Even a matrix with 50% zeros can be stored more efficiently than a dense matrix. For example, using a Huffman-like compression could save space by assigning shorter codes to zeros and slightly longer codes to non-zero values. This approach saves storage space overall, but the matrix might need to be decompressed for operations like multiplication, which adds complexity. Standard sparse formats, like Compressed Sparse Row (CSR), and additional compression techniques, like Delta encoding, can also be used but come with their own trade-offs.

As @m_guru mentioned, pruning 50% isn’t very substantial. Some models can be pruned up to 99% and still perform well, especially with magnitude-based unstructured pruning. The main aim of pruning is not just compression but possibly better generalization or faster training (as suggested by the lottery ticket hypothesis). Although pruning may reduce model size with sparse matrices, these are hard to accelerate.

For effective model compression, structured pruning is better. This involves removing entire neurons, convolutional channels, or layers. Also, PyTorch doesn’t have a function to automatically apply masks for pruning, so this needs to be done manually.

Torsten Hoefler, Dan Alistarh, Tal Ben-Nun, Nikoli Dryden, and Alexandra Peste. 2021. Sparsity in deep learning: Pruning and growth for efficient inference and training in neural networks. JMLR 22, 1 (2021), 10882–11005.
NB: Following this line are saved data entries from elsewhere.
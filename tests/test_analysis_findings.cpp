// find_structure (shared graphs) against the separate pieces run on brute-force graphs.
#include <doctest/doctest.h>

#include <random>

#include "solver/measures/map_findings.h"
#include "solver/measures/neighbour_compare.h"
#include "tests/analysis_support.h"

using namespace kith;

TEST_CASE("find_structure matches suspects, groups and kept computed one by one") {
  std::mt19937 rng(3);
  std::normal_distribution<double> noise(0.0, 1.0);
  const size_t n = 300;
  Points x(n, 6), y(n, 3);
  std::vector<std::string> tags(n);
  for (size_t i = 0; i < n; ++i) {
    const int c = int(i % 4);
    for (int f = 0; f < 6; ++f) x(Eigen::Index(i), f) = noise(rng) + (f == c ? 6.0 : 0.0);
    for (int d = 0; d < 3; ++d) y(Eigen::Index(i), d) = 0.4 * noise(rng) + (d == c % 3 ? 10.0 * (1 + c / 3) : 0.0);
    tags[i] = i % 17 == 0 ? "" : "c" + std::to_string((c + (i % 29 == 0)) % 4);
  }
  const MapFindings f = find_structure(x, y, &tags);
  REQUIRE(f.have_suspects);
  const NeighbourGraph bx = test::brute_neighbours(x, 10), by = test::brute_neighbours(y, 10);
  const SuspectScores s = score_suspects(tags, &bx, &by);
  for (size_t i = 0; i < n; ++i)
    if (!tags[i].empty()) CHECK(f.suspects.score[i] == doctest::Approx(s.score[i]).epsilon(1e-9));
  CHECK(f.suspects.ranking == s.ranking);
  const Grouping g = find_groups(y, by);
  CHECK(f.groups.label == g.label);
  CHECK(f.groups.groups.size() == 4);
  CHECK(f.kept == neighbourhood_kept(bx, by));
  // Without features: map-space suspects, no kept.
  const MapFindings m = find_structure(Points(), y, &tags);
  CHECK(m.kept.empty());
  CHECK(m.mean_kept == -1.0);
  CHECK(m.have_suspects);
  CHECK_THROWS_AS(find_structure(x.topRows(10), y, &tags), std::invalid_argument);
}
You first need to define if it is a structure or unstructure pruning. If structure pruning, you can use some libraries such as NNI for it to compress the models. For unstructure pruning, I generally store it in SparseCSR format (more efficient to access compared to COO).

Pruning by itself won’t lead to any savings as it’s just a mask over your tensor as it was mentioned below, what you must do is to switch the tensor to use a sparse format.

Which leads to the challenge that sparse tensors are quite size inefficient. For most formats you need sparsity way above 50% for any savings to happen and it gets worse as you start to use less bits per weight.

Don’t forget that sparse matmul is slow AF.

One avenue worth trying is nvidia’s structured sparsity that is hardware accelerated and does reduce memory utilization.